▸ TASK ITEM
Both the line below containing "from calcsvc.data.tokens import create_token" and the line containing "STEP_MS = 10_000", along with every line between them, should be repeated exactly; no other line belongs in the answer.
──────
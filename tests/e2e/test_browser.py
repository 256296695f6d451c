"""The review page in a real browser: headless Chromium from the system's packages, driven by Playwright, against
the app served over HTTP. Runs once, on its own SQLite store; screenshots go to each test's tmp_path."""

from __future__ import annotations

import os
import re
import time
from collections.abc import Iterator
from pathlib import Path
from typing import Any
from urllib.parse import urlencode

import pytest
import requests
from flask import Flask
from helpers import bearer, live_server

from calcsvc import create_app
from calcsvc.data.database import upgrade
from calcsvc.data.seed import load_seed
from calcsvc.data.tokens import create_token
from calcsvc.web.pages.channel import DEMO_CHANNEL

CHROMIUM = "/usr/bin/chromium"
if not os.access(CHROMIUM, os.X_OK):
    message = f"{CHROMIUM} is absent: install the Debian package 'chromium'"
    if os.environ.get("CALCSVC_REQUIRE_BROWSER"):
        # CI installs the browser, so its absence there is a failure, never a silent skip.
        raise RuntimeError(message)
    pytest.skip(message, allow_module_level=True)
sync_api = pytest.importorskip("playwright.sync_api", reason="the playwright Python package is not installed")

REPO = Path(__file__).resolve().parents[2]
OPAMP_ID = "opamp-general-1mhz"
STEP_MS = 10_000  # a step waits at most this long


@pytest.fixture(scope="module")
def served(tmp_path_factory: pytest.TempPathFactory) -> Iterator[tuple[str, dict[str, str]]]:
    """The app on a free loopback port with the seed parts and three tokens; yields the base URL and tokens."""
    url = f"sqlite:///{tmp_path_factory.mktemp('browser') / 'calcsvc.sqlite'}"
    upgrade(url)
    app: Flask = create_app({"DATABASE_URL": url, "SEED_DIR": str(REPO / "seed_parts"), "LOG_LEVEL": "WARNING"})
    with app.extensions["calcsvc.db"].transaction() as session:
        load_seed(session, REPO / "seed_parts")
        tokens = {name: create_token(session, name, role) for name, role in (("edna", "editor"), ("rita", "reviewer"))}
    with live_server(app) as base:
        yield base, tokens
    app.extensions["calcsvc.db"].dispose()


@pytest.fixture(scope="module")
def browser() -> Iterator[Any]:
    with sync_api.sync_playwright() as playwright:
        chromium = playwright.chromium.launch(
            executable_path=CHROMIUM,
            args=["--headless", "--no-sandbox", "--disable-gpu", "--disable-background-networking"],
        )
        yield chromium
        chromium.close()


@pytest.fixture
def tab(browser: Any) -> Iterator[Any]:
    # Page scripts off: the page must work without them (the test's own probes still run).
    context = browser.new_context(viewport={"width": 1100, "height": 900}, java_script_enabled=False)
    context.set_default_timeout(STEP_MS)
    page = context.new_page()
    yield page
    context.close()


def images_loaded(page: Any) -> list[bool]:
    """Whether each image has arrived and decoded (scrolled to first: plots load lazily where scripts run)."""
    for image in page.locator("img").all():
        image.scroll_into_view_if_needed()
    # Polled from here: the page's CSP forbids the string evaluation wait_for_function would use.
    deadline = time.monotonic() + STEP_MS / 1000
    while not all(page.eval_on_selector_all("img", "images => images.map(i => i.complete)")):
        assert time.monotonic() < deadline, "the plots did not load"
        page.wait_for_timeout(50)
    return page.eval_on_selector_all("img", "images => images.map(i => i.naturalWidth > 0)")


def shot(page: Any, folder: Path, name: str) -> None:
    images_loaded(page)
    page.screenshot(path=str(folder / f"{name}.png"), full_page=True)


def test_review_a_revision_and_approve_it(tab: Any, served: tuple[str, dict[str, str]], tmp_path: Path) -> None:
    base, tokens = served
    # An editor changes the op-amp's gain-bandwidth product through the API.
    etag = requests.get(f"{base}/v1/parts/{OPAMP_ID}", timeout=5).headers["ETag"]
    current = requests.get(f"{base}/v1/parts/{OPAMP_ID}", timeout=5).json()["parameters"]
    edited = requests.put(
        f"{base}/v1/parts/{OPAMP_ID}",
        json={"parameters": {**current, "gbw_hz": "1.5 MHz"}},
        headers={**bearer(tokens["edna"]), "If-Match": etag},
        timeout=5,
    )
    assert edited.status_code == 200, edited.text

    tab.goto(f"{base}/review/")
    assert "Parts" in tab.title()
    drafts = tab.locator("section.drafts")
    assert OPAMP_ID in drafts.inner_text()
    shot(tab, tmp_path, "1-parts")

    drafts.get_by_role("link", name=OPAMP_ID).click()
    tab.wait_for_url(f"**/review/parts/{OPAMP_ID}")
    assert tab.locator("#part-status").inner_text() == "draft"
    change = tab.locator("#revision-2 li.change-changed")
    assert change.inner_text().replace("\N{NO-BREAK SPACE}", " ") == "gbw_hz changed: 1.2 MHz → 1.5 MHz"
    assert images_loaded(tab) == [True, True]
    shot(tab, tmp_path, "2-part-draft")

    # The editor's own token is refused on the page, and the part stays a draft.
    tab.get_by_label("Reviewer token").fill(tokens["edna"])
    tab.get_by_role("button", name="Approve revision 2").click()
    assert "approving needs a reviewer" in tab.get_by_role("alert").inner_text()
    assert tab.locator("#part-status").inner_text() == "draft"
    shot(tab, tmp_path, "3-part-refused")

    # The editor changes it again while the reviewer still has revision 2 on screen: approving what she read
    # is refused, and revision 3, which she has not seen, is not approved either.
    edited = requests.put(
        f"{base}/v1/parts/{OPAMP_ID}",
        json={"parameters": {**current, "gbw_hz": "1.3 MHz"}},
        headers={**bearer(tokens["edna"]), "If-Match": edited.headers["ETag"]},
        timeout=5,
    )
    assert edited.status_code == 200, edited.text
    tab.get_by_label("Reviewer token").fill(tokens["rita"])
    tab.get_by_role("button", name="Approve revision 2").click()
    assert "someone changed the part since you loaded the page" in tab.get_by_role("alert").inner_text()
    assert tab.locator("#part-status").inner_text() == "draft"
    shot(tab, tmp_path, "4-part-changed-meanwhile")

    tab.get_by_label("Reviewer token").fill(tokens["rita"])
    tab.get_by_role("button", name="Approve revision 3").click()
    tab.wait_for_url(f"**/review/parts/{OPAMP_ID}?approved=3")
    assert tab.locator("#part-status").inner_text() == "approved"
    assert tab.get_by_role("status").inner_text() == "Revision 3 approved."
    assert "approved by rita" in tab.locator("#revision-3").inner_text()
    assert "not approved" in tab.locator("#revision-2").inner_text()
    shot(tab, tmp_path, "5-part-approved")
    assert requests.get(f"{base}/v1/parts/{OPAMP_ID}", timeout=5).json()["approved_by"] == "rita"


def test_demo_channel_review(tab: Any, served: tuple[str, dict[str, str]], tmp_path: Path) -> None:
    base, _ = served
    tab.goto(f"{base}/review/channel")
    assert tab.get_by_label("Current per string").input_value() == DEMO_CHANNEL["current_a"]
    tab.get_by_role("button", name="Review the channel").click()
    tab.wait_for_url("**/review/channel?*")
    verdict = tab.locator("#verdict").inner_text()
    expected = requests.get(f"{base}/review/channel.json?{urlencode(DEMO_CHANNEL)}", timeout=10).json()
    assert verdict == expected["verdict"]
    assert tab.locator("table.checks tbody tr").count() == len(expected["checks"])
    # What to build: every resistor's value and minimum wattage, with units, as the JSON has them.
    bom = tab.locator(".bom-tables").inner_text()
    for entry in expected["bill_of_materials"]["per_channel"]:
        if entry["kind"] == "resistor":
            assert f"{entry['value_ohm']:.6g} Ω" in bom and f"{entry['rating_min_w']:.6g} W" in bom
    assert "300 Ω" in bom and "360 Ω" in bom
    # Checks carry their units: the LED current in A, the headroom in V.
    rows = {
        row.locator("td").first.inner_text(): row.inner_text() for row in tab.locator("table.checks tbody tr").all()
    }
    assert " A" in rows["led_current_rating"] and " V" in rows["headroom"] and "%" in rows["headroom"]
    # Cautions sit right under the verdict, before the bill of materials and the checks, with the safety line.
    cautions = tab.locator("#cautions")
    assert "Mains adapter" in cautions.inner_text() and "licensed practice" in cautions.inner_text()
    heights = [
        tab.locator(sel).bounding_box()["y"] for sel in ("#verdict", "#cautions", "#bom-heading", "table.checks")
    ]
    assert heights == sorted(heights)
    # Every build passes, and the page still plots the distribution of the tightest check.
    assert expected["yield"]["most_failing_check"] is None and expected["yield"]["tightest_check"]
    assert tab.locator("#histogram").is_visible()
    assert all(images_loaded(tab))
    assert "licensed practice" in tab.locator("#safety-line").inner_text()
    shot(tab, tmp_path, "5-channel")


def test_send_a_draft_back_with_a_reason(tab: Any, served: tuple[str, dict[str, str]], tmp_path: Path) -> None:
    base, tokens = served
    part = "led-red-5mm"
    etag = requests.get(f"{base}/v1/parts/{part}", timeout=5).headers["ETag"]
    current = requests.get(f"{base}/v1/parts/{part}", timeout=5).json()["parameters"]
    edited = requests.put(
        f"{base}/v1/parts/{part}",
        json={"parameters": {**current, "vf_max_v": 2.3}},
        headers={**bearer(tokens["edna"]), "If-Match": etag},
        timeout=5,
    )
    assert edited.status_code == 200, edited.text
    revision = edited.json()["revision"]
    tab.goto(f"{base}/review/parts/{part}")
    tab.get_by_label("Reason").fill("vf_max_v is the 10 mA figure; give the 20 mA one")
    tab.get_by_label("Token of the reviewer sending it back").fill(tokens["rita"])
    tab.get_by_role("button", name=f"Send revision {revision} back").click()
    tab.wait_for_url(f"**/review/parts/{part}?returned={revision}")
    assert tab.get_by_role("status").inner_text() == f"Revision {revision} sent back to edna."
    assert tab.locator("#part-status").inner_text() == "draft"
    # What the author sees when she opens the part: who sent it back and why, above everything else.
    assert "vf_max_v is the 10 mA figure" in tab.locator(".sent-back").inner_text()
    assert "Sent back by rita" in tab.locator(f"#revision-{revision}").inner_text()
    shot(tab, tmp_path, "7-sent-back")
    history = requests.get(f"{base}/v1/parts/{part}/revisions", timeout=5).json()["revisions"]
    returned = [e for e in history[revision - 1]["events"] if e["action"] == "returned"]
    assert [(e["actor"], e["reason"]) for e in returned] == [
        ("rita", "vf_max_v is the 10 mA figure; give the 20 mA one")
    ]


def test_narrow_screen(browser: Any, served: tuple[str, dict[str, str]], tmp_path: Path) -> None:
    base, _ = served
    context = browser.new_context(viewport={"width": 380, "height": 800})
    context.set_default_timeout(STEP_MS)
    page = context.new_page()
    try:
        page.goto(f"{base}/review/parts/{OPAMP_ID}")
        # Nothing but the scrollable tables may be wider than the screen.
        overflow = page.evaluate("document.documentElement.scrollWidth - document.documentElement.clientWidth")
        assert overflow <= 0
        shot(page, tmp_path, "6-narrow")
        # The channel result: its checks and bill of materials stack instead of scrolling sideways.
        page.goto(f"{base}/review/channel?{urlencode(DEMO_CHANNEL)}")
        overflow = page.evaluate("document.documentElement.scrollWidth - document.documentElement.clientWidth")
        assert overflow <= 0
        widest = page.eval_on_selector_all(
            "table", "tables => Math.max(...tables.map(t => t.scrollWidth - t.clientWidth))"
        )
        assert widest <= 0
        shot(page, tmp_path, "6-narrow-channel")
    finally:
        context.close()


def test_a_draft_shows_its_impact_on_saved_designs_before_approval(
    tab: Any, served: tuple[str, dict[str, str]], tmp_path: Path
) -> None:
    base, tokens = served
    saved = requests.post(
        f"{base}/v1/designs",
        json={"design_id": "greenhouse-bench", "request": DEMO_CHANNEL},
        headers=bearer(tokens["edna"]),
        timeout=30,
    )
    assert saved.status_code == 201, saved.text
    # A reel of the demo's red LEDs binned higher (invented, class-typical values): 2.6 to 3.4 V.
    led = requests.get(f"{base}/v1/parts/led-red-5mm", timeout=5)
    higher = {**led.json()["parameters"], "vf_typ_v": 2.9, "vf_min_v": 2.6, "vf_max_v": 3.4}
    edited = requests.put(
        f"{base}/v1/parts/led-red-5mm",
        json={"parameters": higher},
        headers={**bearer(tokens["edna"]), "If-Match": led.headers["ETag"]},
        timeout=5,
    )
    assert edited.status_code == 200, edited.text
    revision = edited.json()["revision"]

    tab.goto(f"{base}/review/parts/led-red-5mm")
    approval = tab.locator("section.approval").inner_text()
    summary = f"Approving revision {revision} of led-red-5mm turns 1 saved design from pass to fail"
    assert approval.index(summary) < approval.index(f"Approve revision {revision}")  # read before the button
    design = tab.locator("#impact-greenhouse-bench").inner_text().replace("\N{NO-BREAK SPACE}", " ")
    # Headroom at the worst corner, 11.4 V - 3 x Vf,max - 0.25 V: 3.65 V before, 0.95 V after, each a little more
    # with the LEDs' own warming (their forward voltage falls about 4 mV/K).
    assert "pass → fail" in design and re.search(r"headroom: 3\.(6[5-9]|7)\d* V → 9[5-9]\d(\.\d+)? mV", design)
    assert "fails" in design
    shot(tab, tmp_path, "impact-draft")

    tab.get_by_label("Reviewer token").fill(tokens["rita"])
    tab.get_by_role("button", name=f"Approve revision {revision}").click()
    tab.wait_for_url(f"**/review/parts/led-red-5mm?approved={revision}")
    assert tab.locator("#design-impact").count() == 0  # approved: nothing pending to weigh
    failing = requests.get(f"{base}/v1/designs?fails_at_current=true", timeout=30).json()
    assert [d["design_id"] for d in failing["items"]] == ["greenhouse-bench"]
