"""The shipped examples run against a live server and give the answers their numbers imply."""

from __future__ import annotations

import csv
import importlib.util
from pathlib import Path
from typing import Any

pytest_plugins = ("live_server",)

EXAMPLES = Path(__file__).resolve().parents[2] / "examples"


def _channel_batch() -> Any:
    spec = importlib.util.spec_from_file_location("channel_batch", EXAMPLES / "channel_batch.py")
    assert spec is not None and spec.loader is not None
    module = importlib.util.module_from_spec(spec)
    spec.loader.exec_module(module)
    return module


def test_candidate_channels_through_the_batch_endpoint(live_url: str, seeded: Any, tmp_path: Path) -> None:
    results = tmp_path / "results.csv"
    assert _channel_batch().main([str(EXAMPLES / "greenhouse-candidates.csv"), str(results), "--url", live_url]) == 0
    rows = {row["design"]: row for row in csv.DictReader(results.open())}
    assert len(rows) == 6
    # (12 - 3 x 2.1 - 0.2) V / 20 mA = 275 ohm; the next E24 value up is 300 ohm (IEC 60063).
    assert float(rows["red-3x2-20mA"]["resistor_ohm"]) == 300.0 and rows["red-3x2-20mA"]["ok"] == "True"
    # Four red LEDs leave (12 - 8.4 - 0.2) V: 3.4 V is above the 1.2 V headroom limit, so this one sizes too.
    assert rows["red-4x2-20mA"]["resistor_ohm"] != ""
    # Three white LEDs at 3.0 V need 9 V plus the switch: more than the 9 V pack, refused with the reason.
    white = rows["white-3x1-battery"]
    assert white["ok"] == "False" and "forward voltage" in white["problem"]
    # 350 mA from an 8 mA pin at forced beta 10 needs 35 mA: the driver check fails and is named.
    assert "driver_current" in rows["deep-red-3x1-350mA"]["failing_checks"]


def test_the_batch_example_reads_calcsvc_url_and_says_when_nothing_answers(
    live_url: str, seeded: Any, tmp_path: Path, monkeypatch: Any, capsys: Any
) -> None:
    results = tmp_path / "results.csv"
    monkeypatch.setenv("CALCSVC_URL", live_url)
    assert _channel_batch().main([str(EXAMPLES / "greenhouse-candidates.csv"), str(results)]) == 0
    assert len(list(csv.DictReader(results.open()))) == 6
    assert "licensed practice" in capsys.readouterr().out
    monkeypatch.setenv("CALCSVC_URL", "http://127.0.0.1:1")  # nothing listens on port 1
    assert _channel_batch().main([str(EXAMPLES / "greenhouse-candidates.csv"), str(tmp_path / "none.csv")]) == 1
    err = capsys.readouterr().err
    assert err.startswith("channel_batch: ") and "Traceback" not in err and len(err.splitlines()) == 1


def test_readme_settings_table_is_the_one_the_settings_define() -> None:
    from calcsvc.config import settings_table

    readme = (EXAMPLES.parent / "README.md").read_text()
    assert settings_table() in readme
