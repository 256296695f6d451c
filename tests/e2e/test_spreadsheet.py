"""A real spreadsheet as a client: Debian's LibreOffice Calc, headless, fetches answers from the production
server (the container entrypoint) with its web-fetch function, in an English and a decimal-comma locale.

The sheet is driven by ``sheet_driver.py`` under the system interpreter, which owns the ``uno`` module."""

from __future__ import annotations

import json
import os
import subprocess
from collections.abc import Iterator
from pathlib import Path
from typing import Any
from urllib.parse import quote, urlencode

import pytest
import requests
from test_entrypoint import Server, entrypoint

SOFFICE = "/usr/bin/soffice"
SYSTEM_PYTHON = "/usr/bin/python3"
DRIVER = Path(__file__).resolve().parents[1] / "sheet_driver.py"
DRIVER_TIMEOUT_S = 60


def _missing() -> str | None:
    """Why the real spreadsheet cannot run here, or None."""
    if not os.access(SOFFICE, os.X_OK):
        return f"{SOFFICE} is absent: install the Debian package 'libreoffice-calc-nogui'"
    try:
        probe = subprocess.run([SYSTEM_PYTHON, "-c", "import uno"], capture_output=True, timeout=30)
    except FileNotFoundError:
        return f"{SYSTEM_PYTHON} is absent"
    if probe.returncode != 0:
        return f"{SYSTEM_PYTHON} cannot import uno: install the Debian package 'python3-uno'"
    return None


if reason := _missing():
    if os.environ.get("CALCSVC_REQUIRE_SPREADSHEET"):
        # CI installs the spreadsheet, so its absence there is a failure, never a silent skip.
        raise RuntimeError(reason)
    pytest.skip(reason, allow_module_level=True)

LED = {"supply": "supply-adapter-12v-2a", "led": "led-red-5mm", "leds_in_series": "3", "current_a": "20 mA"}
OPAMP = {"opamp": "opamp-general-1mhz", "configuration": "non_inverting", "gain": "50", "signal_hz": "2 kHz"}


def _led_fetch(current_cell: str) -> str:
    """The README's way: the URL joined from cells with ``&``, text values through ENCODEURL, the sheet mode and
    the sheet's decimal mark (in A13) at the end."""
    return (
        '=WEBSERVICE($A$1&"/v1/calc/led-string?supply="&ENCODEURL($A$2)&"&led="&ENCODEURL($A$3)'
        f'&"&leds_in_series="&$A$4&"&current_a="&ENCODEURL({current_cell})&"&pick=resistor_ohm&sheet=1&decimal="&$A$13)'
    )


def _cells(base_url: str, decimal: str, mark: str) -> dict[str, Any]:
    return {
        "A1": base_url,
        "A2": LED["supply"],
        "A3": LED["led"],
        "A4": 3,
        "A5": LED["current_a"],
        "A6": OPAMP["opamp"],
        "A7": OPAMP["configuration"],
        "A8": 50,
        "A9": OPAMP["signal_hz"],
        "A10": "20 ma",  # refused: unit case matters
        "A11": "200 mA",  # computed, but the LED's current check fails
        "A12": 0.02,  # a number cell joined into the URL: written in the sheet's decimal mark
        "A13": decimal,  # "point" or "comma": the sheet's decimal mark, told to the service
        "B1": _led_fetch("$A$5"),
        "B2": "=VALUE(B1)",  # the sheet's own conversion reads its own decimal mark
        "B3": f'=NUMBERVALUE(B1;"{mark}")',  # or whatever the locale, naming the mark asked for
        "C1": '=WEBSERVICE($A$1&"/v1/calc/closed-loop-bandwidth?opamp="&ENCODEURL(A6)&"&configuration="&A7'
        '&"&gain="&A8&"&signal_hz="&ENCODEURL(A9)&"&pick=bandwidth_hz&sheet=1&decimal="&$A$13)',
        "C2": "=VALUE(C1)",
        "C3": f'=NUMBERVALUE(C1;"{mark}")',
        "D1": _led_fetch("$A$10"),
        "D2": _led_fetch("$A$11"),
        "D3": _led_fetch("$A$12"),
        "D4": "=VALUE(D3)",
        "E1": 0.5,  # shows which decimal separator the sheet's locale uses
    }


def _direct(server: Server, name: str, inputs: dict[str, str], pick: str, decimal: str = "point") -> str:
    """The same URL the sheet builds (spaces as %20, as ENCODEURL writes them), fetched by requests."""
    query = urlencode({**inputs, "pick": pick, "sheet": "1", "decimal": decimal}, quote_via=quote)
    answer = requests.get(f"{server.url}/v1/calc/{name}?{query}", timeout=10)
    assert answer.status_code == 200, answer.text
    return answer.text


@pytest.fixture(scope="module")
def server(tmp_path_factory: pytest.TempPathFactory) -> Iterator[Server]:
    folder = tmp_path_factory.mktemp("sheet-server")
    with entrypoint(folder, f"sqlite:///{folder / 'calcsvc.sqlite'}", "sheet") as running:
        yield running


def _run_sheet(tmp_path: Path, job: dict[str, Any]) -> dict[str, dict[str, Any]]:
    job_file = tmp_path / "job.json"
    job_file.write_text(json.dumps(job))
    result = subprocess.run(
        [SYSTEM_PYTHON, str(DRIVER), str(job_file)], capture_output=True, text=True, timeout=DRIVER_TIMEOUT_S + 30
    )
    assert result.returncode == 0, result.stderr
    (tmp_path / "sheet.json").write_text(result.stdout)  # what each cell showed, kept beside the job
    cells: dict[str, dict[str, Any]] = json.loads(result.stdout)["cells"]
    return cells


@pytest.mark.parametrize(("locale", "decimal", "mark"), [("en-US", "point", "."), ("de-DE", "comma", ",")])
def test_a_sheet_shows_numbers_refusals_and_failing_designs(
    server: Server, tmp_path: Path, locale: str, decimal: str, mark: str
) -> None:
    resistor_text = _direct(server, "led-string", LED, "resistor_ohm", decimal)
    bandwidth_text = _direct(server, "closed-loop-bandwidth", OPAMP, "bandwidth_hz", decimal)
    resistor, bandwidth = (float(text.replace(",", ".")) for text in (resistor_text, bandwidth_text))
    assert resistor == 300.0 and resistor_text == f"300{mark}0"
    assert bandwidth == pytest.approx(24_008.0, rel=1e-3)  # 1.2 MHz/50 + 1.2 MHz/150 000 (GBW/NG)

    cells = _run_sheet(
        tmp_path,
        {"locale": locale, "cells": _cells(server.url, decimal, mark), "wait_for": ["B1", "C1", "D1", "D2", "D3"]},
    )

    assert cells["E1"]["string"] == f"0{mark}5", "the sheet did not take the locale"
    for fetched, text in (("B1", resistor_text), ("C1", bandwidth_text)):
        assert (cells[fetched]["kind"], cells[fetched]["string"]) == ("text", text)
    # The documented conversions: the sheet's own text-to-number function with the service answering in the
    # sheet's decimal mark, or the one that is told the mark.
    for converted, number in (("B2", resistor), ("B3", resistor), ("C2", bandwidth), ("C3", bandwidth)):
        assert (cells[converted]["kind"], cells[converted]["value"]) == ("number", number), cells[converted]
    # A number cell joins into the URL in the sheet's decimal mark, which the service was told.
    assert (cells["D3"]["string"], cells["D4"]["kind"], cells["D4"]["value"]) == (resistor_text, "number", 300.0)
    # A refused input and a failing design show our line, never a number or the sheet's generic error.
    assert cells["D1"]["string"] == "error: current_a: unknown unit 'ma'; did you mean 'mA'?"
    failing = cells["D2"]["string"]
    assert cells["D2"]["kind"] == "text" and failing.startswith("fails: led_current_rating: 0")
    assert failing.endswith(f" > limit 0{mark}03") or f" > limit 0{mark}03;" in failing, failing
──────
▸ OUTPUT OF THE TASK
from calcsvc.data.tokens import create_token
from calcsvc.web.pages.channel import DEMO_CHANNEL

CHROMIUM = "/usr/bin/chromium"
if not os.access(CHROMIUM, os.X_OK):
    message = f"{CHROMIUM} is absent: install the Debian package 'chromium'"
    if os.environ.get("CALCSVC_REQUIRE_BROWSER"):
        # CI installs the browser, so its absence there is a failure, never a silent skip.
        raise RuntimeError(message)
    pytest.skip(message, allow_module_level=True)
sync_api = pytest.importorskip("playwright.sync_api", reason="the playwright Python package is not installed")

REPO = Path(__file__).resolve().parents[2]
OPAMP_ID = "opamp-general-1mhz"
STEP_MS = 10_000  # a step waits at most this long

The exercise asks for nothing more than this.